The upper bound of relatedness is 1.

4 Experiments and Result

In this section, we give the experiment result of our method based on Fig. 1. We choose different pairs of words to show the influence of depth and other factors. The calculation follows the description in Sect. 3. In this paper, we set parameters as follows:

$$ \begin{aligned} & a_{1} = 1.5, \, a_{2} = a_{3} = a_{4} = 3, \, a_{5} = 2; \\ & \alpha = 0.5,\beta = 0.5,\lambda = 4,\gamma = 6; \\ \end{aligned} $$

In addition, we give a detailed comparison with other classic methods. They are introduced respectively by Wu and Palmer [10] (Eq. 1) and Duan [12] (Eq. 2). Results are summarized in Table 1. Column R2 shows the result of Wu and Palmer. Column R2 shows the result of Duan, we set parameters as the original paper α = 5, β = 1, γ = 0.2. The last column is the result of our method.

Table 1 Results of the relatedness computation

From Table 1, it is clearly seen that Wu and Palmer [10] only considers the semantic distance and common nodes, it does not consider the concept granularity, which usually has impacts on relatedness.
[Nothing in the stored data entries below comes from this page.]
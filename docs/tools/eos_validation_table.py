"""Regenerate the tables of docs/eos_validation.md and docs/hydrogen.md.

    NUMBA_CACHE_DIR=.numba_cache .venv/bin/python docs/tools/eos_validation_table.py

Each table sits between ``<!-- table: NAME -->`` and ``<!-- end table -->`` in its document and is replaced in
place; the prose around it is left alone. The numbers come from the same helpers the validation tests use
(tests/validation/coolprop_cases.py, tests/validation/thermo_cases.py), and the bounds printed beside them are the
ones the tests enforce.
"""
from __future__ import annotations

import platform
import re
import sys
import timeit
from pathlib import Path

import numpy as np

ROOT = Path(__file__).resolve().parents[2]
sys.path.insert(0, str(ROOT / "tests" / "validation"))

import coolprop_cases as cc  # noqa: E402
import thermo_cases as tc  # noqa: E402

from hipeq.models import build_model, fugacity_coefficients  # noqa: E402


def _fmt(value: float | None, digits: int = 4) -> str:
    return "-" if value is None or not np.isfinite(value) else f"{value:.{digits}f}"


def coolprop_table() -> str:
    lines = ["| fluid (reference EOS) | model | max abs(d ln phi), 10-100 bar | bound | max abs(d ln phi), "
             "10-1000 bar | bound | worst state | no root |", "|---|---|---|---|---|---|---|---|"]
    for fluid, (_, source) in cc.FLUIDS.items():
        ref = cc.reference(fluid)
        for label, (eos, options) in cc.MODELS.items():
            low, high, (T, P), invalid = cc.band_maxima(ref, cc.model_errors(ref, eos, options)[0])
            b_low, b_high = cc.BOUNDS.get((fluid, label), (None, None))
            shown_high = "-" if invalid else _fmt(high)
            lines.append(f"| {fluid} ({source.split(',')[0]}) | {label} | {_fmt(low)} | {_fmt(b_low, 3)} | "
                         f"{shown_high} | {_fmt(b_high, 3)} | {T:.0f} K, {P / 1e5:.0f} bar | {invalid or ''} |")
    return "\n".join(lines)


def liquid_table() -> str:
    lines = ["| fluid | T [K] | P [bar] | reference phase | model | d ln phi | model root |",
             "|---|---|---|---|---|---|---|"]
    for fluid in cc.FLUIDS:
        ref = cc.reference(fluid)
        for index in zip(*np.nonzero(ref.liquid)):
            for label, (eos, options) in cc.MODELS.items():
                errors, liquid = cc.model_errors(ref, eos, options)
                err = errors[index]
                root = "none" if np.isnan(err) else ("liquid-like" if liquid[index] else "gas-like/single")
                lines.append(f"| {fluid} | {ref.T[index]:.0f} | {ref.P[index] / 1e5:.0f} | {ref.phase_name(index)} | "
                             f"{label} | {_fmt(err)} | {root} |")
    return "\n".join(lines)


def thermo_table() -> str:
    lines = ["| model | species set | states | thermo root 'l' | max abs(d ln phi) | max rel. d Z | "
             "max abs(d h_res) [J/mol] |", "|---|---|---|---|---|---|---|"]
    for eos in tc.THERMO:
        for set_name, names in tc.SETS.items():
            model = build_model(names, eos)
            T, P, Y = tc.random_states(eos, set_name)
            ours = fugacity_coefficients(names, T, P, Y, eos)
            d_ln, d_z, d_h, n_l = 0.0, 0.0, 0.0, 0
            for k in range(len(T)):
                state, phase = tc.thermo_state(eos, model, T[k], P[k], Y[k])
                n_l += phase == "l"
                d_ln = max(d_ln, float(np.max(np.abs(ours.ln_phis[k] - getattr(state, f"lnphis_{phase}")))))
                d_z = max(d_z, abs(ours.Z[k] / getattr(state, f"Z_{phase}") - 1.0))
                d_h = max(d_h, abs(ours.h_res[k] - getattr(state, f"H_dep_{phase}")))
            lines.append(f"| {eos} | {set_name} ({', '.join(names)}) | {len(T)} | {n_l} | {d_ln:.1e} | {d_z:.1e} | "
                         f"{d_h:.1e} |")
    return "\n".join(lines)


def hydrogen_table() -> str:
    ref = cc.reference("H2")
    head = " | ".join(f"{p / 1e5:.0f} bar" for p in cc.PRESSURES)
    lines = [f"| option | {head} | bound (all) |", "|---|" + "---|" * (len(cc.PRESSURES) + 1)]
    for label, (eos, options) in cc.HYDROGEN_OPTIONS.items():
        errors = cc.model_errors(ref, eos, options)[0]
        worst = np.max(np.abs(errors), axis=0)
        signed = [errors[np.argmax(np.abs(errors[:, j])), j] for j in range(len(cc.PRESSURES))]
        cells = " | ".join(f"{w:.4f} ({'+' if s > 0 else '-'})" for w, s in zip(worst, signed))
        lines.append(f"| {label} | {cells} | {_fmt(cc.HYDROGEN_BOUNDS.get(label), 3)} |")
    return "\n".join(lines)


def hydrogen_enthalpy_table() -> str:
    ref = cc.reference("H2")
    head = " | ".join(f"{p / 1e5:.0f} bar" for p in cc.PRESSURES)
    lines = [f"| option | {head} | bound (all) |", "|---|" + "---|" * (len(cc.PRESSURES) + 1)]
    for label, (eos, options) in cc.HYDROGEN_OPTIONS.items():
        errors = cc.model_errors(ref, eos, options, "h_res")[0]
        worst = np.max(np.abs(errors), axis=0)
        lines.append(f"| {label} | " + " | ".join(f"{w:.0f}" for w in worst)
                     + f" | {cc.HYDROGEN_H_BOUNDS[label]:.0f} |")
    reference_row = " | ".join(f"{lo:.0f}-{hi:.0f}" for lo, hi in zip(ref.h_res.min(axis=0), ref.h_res.max(axis=0)))
    lines.append(f"| *reference h_res itself, 400-900 K* | {reference_row} | |")
    return "\n".join(lines)


def mixture_table() -> str:
    head = " | ".join(f"H2 / N2 at {p / 1e5:.0f} bar" for p in cc.MIXTURE_PRESSURES)
    lines = [f"| option | {head} | bound (all) |", "|---|" + "---|" * (len(cc.MIXTURE_PRESSURES) + 1)]
    for label, (eos, options) in cc.HYDROGEN_OPTIONS.items():
        worst = np.max(np.abs(cc.mixture_errors(eos, options)), axis=0)  # (nP, 2)
        lines.append(f"| {label} | " + " | ".join(f"{h:.4f} / {n:.4f}" for h, n in worst)
                     + f" | {cc.MIXTURE_BOUNDS[label]:.3f} |")
    return "\n".join(lines)


def timing_table() -> str:
    names = ["H2", "N2", "NH3", "CH4", "Ar"]
    y = [0.6, 0.2, 0.1, 0.05, 0.05]
    model = build_model(names, "PR")
    T = np.linspace(400.0, 900.0, 10_000)
    cases = {
        "fugacity_coefficients(names, T, P, y), one state, 5 components, PR":
            lambda: fugacity_coefficients(names, 700.0, 3e7, y),
        "CompiledModel.fugacity_coefficients(T, P, y), one state": lambda: model.fugacity_coefficients(700.0, 3e7, y),
        "build_model(names, 'PR') (cached)": lambda: build_model(names, "PR"),
        "fugacity_coefficients, 10,000 states in one call, per state":
            lambda: fugacity_coefficients(names, T, 3e7, y),
    }
    lines = ["| call | time |", "|---|---|"]
    for label, call in cases.items():
        call()
        number = 20 if "10,000" in label else 2000
        best = min(timeit.repeat(call, number=number, repeat=7)) / number
        per = best / T.size if "10,000" in label else best
        unit, scale = ("ns", 1e9) if "10,000" in label else ("us", 1e6)
        lines.append(f"| {label} | {per * scale:.1f} {unit} |")
    lines.append(f"\nMeasured on {platform.machine()}, Python {platform.python_version()}, best of 7 repeats, "
                 "numba cache warm.")
    return "\n".join(lines)


def replace_tables(path: Path, tables: dict[str, str]) -> None:
    text = path.read_text(encoding="utf-8")
    for name, body in tables.items():
        pattern = re.compile(rf"(<!-- table: {re.escape(name)} -->\n).*?(<!-- end table -->)", re.S)
        if not pattern.search(text):
            raise SystemExit(f"{path}: no block for table {name!r}")
        text = pattern.sub(lambda m: m.group(1) + body + "\n" + m.group(2), text)
    path.write_text(text, encoding="utf-8")
    print(f"updated {path.relative_to(ROOT)}: {', '.join(tables)}")


def main() -> None:
    replace_tables(ROOT / "docs" / "eos_validation.md",
                   {"coolprop": coolprop_table(), "liquid": liquid_table(), "thermo": thermo_table(),
                    "timing": timing_table()})
    replace_tables(ROOT / "docs" / "hydrogen.md", {"hydrogen": hydrogen_table(), "hydrogen-enthalpy": hydrogen_enthalpy_table(),
                                                     "mixture": mixture_table()})


if __name__ == "__main__":
    main()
Duan’s method [12] considers more comprehensive factors, thus the result is more reasonable, but it doesn’t distinguish the different semantic relations. For example, the relatedness of Virus knowledge and Universal is equal to that of Virus and Worm.
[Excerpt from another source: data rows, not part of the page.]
"""Generated blocks in the documents of docs/: the one mechanism every table generator of docs/tools/ writes through.

A generated block sits between two marker comments in its document::

    <!-- table: NAME -->
    ...generated text, replaced in place...
    <!-- end table -->

The prose around it is written by hand and left alone. :func:`replace_tables` rewrites (or, with ``check``, only
compares) the blocks of one document; :func:`read_table` returns the text of one block (tests compare it with a
regenerated one). ``make validation-docs`` (docs/tools/validation_docs.py) runs every validation generator through
it; docs/tools/eos_validation_table.py and docs/tools/energy_tables.py use it too.
"""
from __future__ import annotations

import re
from pathlib import Path

ROOT = Path(__file__).resolve().parents[2]


def _pattern(name: str) -> re.Pattern[str]:
    return re.compile(rf"(<!-- table: {re.escape(name)} -->\n).*?(<!-- end table -->)", re.S)


def read_table(path: Path, name: str) -> str:
    """The text between the markers of table ``name`` in ``path`` (without the final newline)."""
    match = _pattern(name).search(Path(path).read_text(encoding="utf-8"))
    if match is None:
        raise KeyError(f"{path}: no block for table {name!r}")
    return match.group(0)[len(match.group(1)):-len(match.group(2))].removesuffix("\n")


def replace_tables(path: Path, tables: dict[str, str], check: bool = False) -> bool:
    """Put each table's text between its markers in ``path``; with ``check`` only compare and print the names of
    the blocks that differ. True when the file already held every block as given."""
    path = Path(path)
    text = path.read_text(encoding="utf-8")
    new = text
    differ = []
    for name, body in tables.items():
        pattern = _pattern(name)
        if not pattern.search(new):
            raise SystemExit(f"{path}: no block for table {name!r}")
        replaced = pattern.sub(lambda m: m.group(1) + body.removesuffix("\n") + "\n" + m.group(2), new)
        if replaced != new:
            differ.append(name)
        new = replaced
    shown = path.relative_to(ROOT) if path.is_relative_to(ROOT) else path
    if check and differ:
        print(f"{shown}: differs from the generated text in {', '.join(differ)}")
    if not check and differ:
        path.write_text(new, encoding="utf-8")
        print(f"updated {shown}: {', '.join(differ)}")
    return not differ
In our method, edges of different relations of instance, part, properties, and composition have different length. In addition, relevance decreases rapidly as the number of associated edges included in the path between two concepts increases. Just as Table 1 shows, the relatedness of Macro and Word doc is much larger than that of For Macro and Word doc. Besides, for paths that contain different relationship between concepts, the results are different. The relatedness of Virus software and phone is 0.66667. The path between them contains two edges: one is the relationship “is-a”, another is associated relationship. While the relatedness of For Macro and Word doc is 0.670. The path between these two concepts also contains two edges, but they are all the associated relationship. The result is more consistent with people’s intuition.
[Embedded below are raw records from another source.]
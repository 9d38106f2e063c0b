"""Regenerate src/hipeq/data/bundled_constants.toml from the installed chemicals and thermo.

    .venv/bin/python docs/tools/regenerate_bundled_constants.py          # rewrite the file
    .venv/bin/python docs/tools/regenerate_bundled_constants.py --check  # exit 1 if the file is out of date

Run it after adding a species to src/hipeq/data/species.toml or upgrading chemicals or thermo. For every species of
species.toml it stores what the live look-ups of :mod:`hipeq.data.databanks` give for its CAS number (molar mass
of its formula, Tc, Pc, Vc, Zc, omega, Hf, S0, the TRC Cp row, each with its source text) and the k_ij of every
pair of bundled CAS numbers in thermo's table 'ChemSep PR'. The same functions serve user species at run time, so
a bundled record is identical to the one a live look-up would give. tests/data/test_bundled_constants.py
rebuilds the document in memory with :func:`build_document` and compares it with the file.
"""
from __future__ import annotations

import argparse
import json
import sys
import tomllib
from itertools import combinations
from pathlib import Path
from typing import Any

ROOT = Path(__file__).resolve().parents[2]
DATA = ROOT / "src" / "hipeq" / "data"
COMMAND = "python docs/tools/regenerate_bundled_constants.py"


def build_document() -> dict[str, Any]:
    """{"species": {cas: entry}, "kij": {...}} from chemicals and thermo for the species of species.toml (the
    layout of bundled_constants.toml without its ``generator`` table)."""
    from hipeq.data.databanks import DATABANK_TABLE, FIELDS, SOURCE_DATABANK, chemicals_value, thermo_kij
    from hipeq.data.species import parse_formula

    listed = tomllib.loads((DATA / "species.toml").read_text(encoding="utf-8"))["species"]
    entries: dict[str, dict[str, Any]] = {}
    for ident, table in listed.items():
        cas = table["cas"]
        if cas in entries:
            raise SystemExit(f"species.toml: CAS {cas} of {ident!r} is also {entries[cas]['identifier']!r}")
        elements = parse_formula(table["formula"])
        entry: dict[str, Any] = {"identifier": ident, "formula": table["formula"], "elements": elements}
        for field in FIELDS:
            found = chemicals_value(field, cas, elements)
            if found is None:
                continue
            value, source = found
            if field == "cp":
                entry[field] = {"coefficients": list(value.coefficients), "T_min": value.T_min,
                                "T_max": value.T_max, "source": source}
            else:
                entry[field] = {"value": float(value), "source": source}
        entries[cas] = entry
    pairs = []
    for cas_a, cas_b in combinations(entries, 2):
        value = thermo_kij(cas_a, cas_b)
        if value != thermo_kij(cas_b, cas_a):
            raise SystemExit(f"thermo IPDB {DATABANK_TABLE!r}: k_ij of {cas_a}/{cas_b} depends on the order")
        if value is not None:
            pairs.append([cas_a, cas_b, value])
    return {"species": entries, "kij": {"table": DATABANK_TABLE, "source": SOURCE_DATABANK, "pairs": pairs}}


def _value(value: Any) -> str:
    """TOML text of a value: floats by repr (round-trips exactly), strings JSON-escaped (valid TOML)."""
    if isinstance(value, bool):
        raise TypeError("no booleans in the bundled constants")
    if isinstance(value, float):
        return repr(value)
    if isinstance(value, int):
        return str(value)
    if isinstance(value, str):
        return json.dumps(value, ensure_ascii=False)
    if isinstance(value, list):
        return "[" + ", ".join(_value(v) for v in value) + "]"
    if isinstance(value, dict):
        return "{ " + ", ".join(f"{k} = {_value(v)}" for k, v in value.items()) + " }"
    raise TypeError(f"cannot write {value!r}")


def render(document: dict[str, Any]) -> str:
    """The text of bundled_constants.toml for ``document`` (see :func:`build_document`), with its header."""
    import chemicals
    import thermo

    names = {cas: entry["identifier"] for cas, entry in document["species"].items()}
    lines = [
        "# GENERATED FILE - do not edit by hand. Regenerate with",
        f"#     .venv/bin/{COMMAND}",
        "# after editing species.toml or upgrading chemicals or thermo; tests/data/test_bundled_constants.py fails while",
        "# this file differs from what the installed chemicals and thermo give.",
        "#",
        "# Databank values for the bundled species (species.toml), keyed by CAS number, so that records and models of",
        "# these species are built without importing chemicals, pandas or thermo. Each value carries the source text",
        "# that hipeq records in Species.sources / KijAssignment.sources. SI units. Where each value comes from:",
        "#   molar_mass [kg/mol]    chemicals.elements.molecular_weight of the formula / 1000 (IUPAC atomic weights)",
        "#   Tc [K], Pc [Pa], Vc [m3/mol], Zc [-]   chemicals.critical, first (default) method: HEOS where available",
        "#   omega [-]              chemicals.acentric, first (default) method",
        "#   Hf [J/mol]             chemicals.reaction.Hfg(method='ATCT_G'): Active Thermochemical Tables 1.112",
        "#   S0 [J/(mol K)]         chemicals.reaction.S0g(method='CRC'): CRC Handbook of Chemistry and Physics 2014",
        "#   cp                     chemicals.heat_capacity.TRC_gas_data row: a0..a7, Tmin, Tmax [K] (TRC 1994)",
        "#   kij [-]                thermo.interaction_parameters.IPDB, table 'ChemSep PR', every pair of bundled",
        "#                          CAS numbers that has a value (a pair not listed has none: hipeq uses zero)",
        "# A field missing from a species table has no databank value (e.g. no TRC row for Ar and He).",
        "",
        "[generator]",
        f"command = {_value(COMMAND)}",
        f"chemicals = {_value(chemicals.__version__)}",
        f"thermo = {_value(thermo.__version__)}",
        "",
        "[kij]",
        f"table = {_value(document['kij']['table'])}",
        f"source = {_value(document['kij']['source'])}",
        "pairs = [  # [cas_a, cas_b, k_ij]",
        *(f"    {_value(pair)},  # {names[pair[0]]}-{names[pair[1]]}" for pair in document["kij"]["pairs"]),
        "]",
    ]
    for cas, entry in document["species"].items():
        lines += ["", f"[species.{_value(cas)}]  # {entry['identifier']}"]
        lines += [f"{key} = {_value(value)}" for key, value in entry.items()]
    return "\n".join(lines) + "\n"


def main(argv: list[str] | None = None) -> int:
    parser = argparse.ArgumentParser(description=__doc__.split("\n\n")[0])
    parser.add_argument("--check", action="store_true", help="do not write; exit 1 if the file is out of date")
    args = parser.parse_args(argv)
    from hipeq.data.databanks import BUNDLED_FILE

    path = DATA / BUNDLED_FILE
    text = render(build_document())
    current = path.read_text(encoding="utf-8") if path.exists() else ""
    if args.check:
        print(f"{path}: {'up to date' if current == text else 'OUT OF DATE'}")
        return 0 if current == text else 1
    path.write_text(text, encoding="utf-8")
    print(f"wrote {path}")
    return 0


if __name__ == "__main__":
    sys.exit(main())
5 Conclusions and Future Work

In this paper we proposed a novel algorithm of measuring the semantic relatedness between concepts. The model is based on a weighted graph for some domain ontology. Different relations have different weights. According to the experiment result, our algorithm is better than the previous approaches. And it can be further applied in data mining and information retrieval, etc.

The method in this paper is based on domain ontology, which largely depends on experts to define the semantic relations and semantic distance. The relationship between concepts must be well defined to achieve a better result. In future work, we will focus more on this challenging problem.